DIRECTIONS FOR THIS TASK: In the data that follows, count each line holding the string "releaseHold"; answer with the number only.

====== RECORDS SUPPLIED

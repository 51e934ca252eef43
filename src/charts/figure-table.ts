/** The data behind a figure as one table: for readers who cannot see the figure, and for its CSV. */

export interface FigureTable {
  caption: string;
  columns: string[];
  rows: (number | string)[][];
}
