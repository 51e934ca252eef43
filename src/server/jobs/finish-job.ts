/** Writes the results and the archive of a job whose end is settled, then puts the end in force: hold, state, mail. */
import { afterCommit, inWriteTransaction } from '@db/in-write-transaction.ts';
import { Job, Segment } from '@db/models/jobs.ts';
import { Team, User } from '@db/models/people.ts';
import { isFinal, stepJob } from '@/domain/jobs/job-state.ts';
import { nowText } from '../clock.ts';
import { releaseHold } from '../ledger/release-hold.ts';
import { queueMail } from '../mail/queue-mail.ts';
import { announceJobChange } from './job-changes.ts';
import { removeOutdatedFiles } from './job-folder.ts';
import { jobEndedMail } from './job-ended-mail.ts';
import { queueJobWebhook } from './queue-job-webhook.ts';
import { writeResults } from './write-results.ts';

/** Finishing again, after a crash anywhere in between, writes the same results and releases nothing twice. */
export async function finishJob(jobId: string): Promise<void> {
  const job = await Job.findByPk(jobId);
  if (!job || isFinal(job.state) || !job.ending) return;
  const finishedAt = nowText();
  const written = job.replicatesDone > 0 ? await writeResults(job, finishedAt) : null;
  await inWriteTransaction(async () => {
    await job.reload();
    const { ending } = job;
    if (isFinal(job.state) || !ending) return;
    const { state } = ending;
    const step = stepJob(job.state, state);
    if (!step.ok) throw new Error(step.detail);
    await releaseSegments(job);
    await job.update({ ...written, state, heldMicrocredits: 0, finishedAt });
    await tellLauncher(job);
    await queueJobWebhook(job);
    afterCommit(() => announceJobChange(jobId));
  });
  await removeOutdatedFiles(jobId, job.archiveRevision);
}

async function releaseSegments(job: Job): Promise<void> {
  for (const segment of await Segment.findAll({ where: { jobId: job.id, releasedAt: null } })) {
    await releaseHold({ teamId: job.teamId, jobId: job.id, segmentId: segment.id, releaseId: segment.id });
    await segment.update({ releasedAt: nowText() });
  }
}

async function tellLauncher(job: Job): Promise<void> {
  const [user, team] = [await User.findByPk(job.userId), await Team.findByPk(job.teamId)];
  if (!user || !team) return;
  await queueMail({
    to: user.email,
    ...jobEndedMail({ job, team: team.slug, name: user.name }),
    messageKey: `job-ended:${job.id}:${job.archiveRevision}:${job.finishedAt}`,
  });
}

============

RESPONSE TO THE TASK: 2